## Dataset excerpts
________________________________________

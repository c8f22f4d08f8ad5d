"""The walls between floors: by contract, and by looking at what an import loads."""

from __future__ import annotations

import json
import subprocess
import sys
from pathlib import Path

import pytest

ROOT = Path(__file__).resolve().parents[2]
HEAVY = {"textual", "matplotlib", "pandas", "pint", "scipy.optimize", "scipy.stats", "thermo", "chemicals"}


def _modules_after(code: str) -> set[str]:
    """Names in sys.modules of a fresh interpreter after running code."""
    script = f"{code}\nimport sys, json\nprint('@@' + json.dumps(sorted(sys.modules)))"
    done = subprocess.run(
        [sys.executable, "-c", script], capture_output=True, text=True, cwd=ROOT, check=True
    )
    return set(json.loads(done.stdout.rsplit("@@", 1)[1]))


def test_imports_point_downward():
    """Every folder has a floor and imports only what lies below it."""
    done = subprocess.run(
        [str(Path(sys.executable).parent / "lint-imports"), "--no-cache"],
        capture_output=True,
        text=True,
        cwd=ROOT,
    )
    assert done.returncode == 0, done.stdout + done.stderr


@pytest.mark.parametrize(
    "module",
    ["screener", "screener.species", "screener.equilibrium", "screener.volatility", "screener.fire", "screener.blends",
     "screener.tank", "screener.line", "screener.site", "screener.states", "screener.screening"],
)  # fmt: skip
def test_a_floor_loads_nothing_heavy(module):
    loaded = _modules_after(f"import {module}")
    assert not loaded & HEAVY, f"{module} loads {sorted(loaded & HEAVY)}"


def test_the_import_of_the_library_is_light():
    """`import screener` alone must not even load NumPy: the command line starts with it."""
    assert "numpy" not in _modules_after("import screener")


def test_help_needs_only_the_standard_library():
    code = (
        "import sys\nfrom screener.cli import main\ntry:\n    main(['--help'])\nexcept SystemExit:\n    pass"
    )
    loaded = {name.split(".")[0] for name in _modules_after(code)}
    outside = {n for n in loaded if n not in sys.stdlib_module_names and n not in {"screener", "__main__"}}
    # Files that a Python installation itself preloads from site-packages are not ours to forbid.
    outside -= {name.split(".")[0] for name in _modules_after("pass")}
    assert not outside, sorted(outside)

________________________________________

## Work to be completed
Please provide nothing but the number of lines in the records that hold the string "json".

## Output of the exercise
3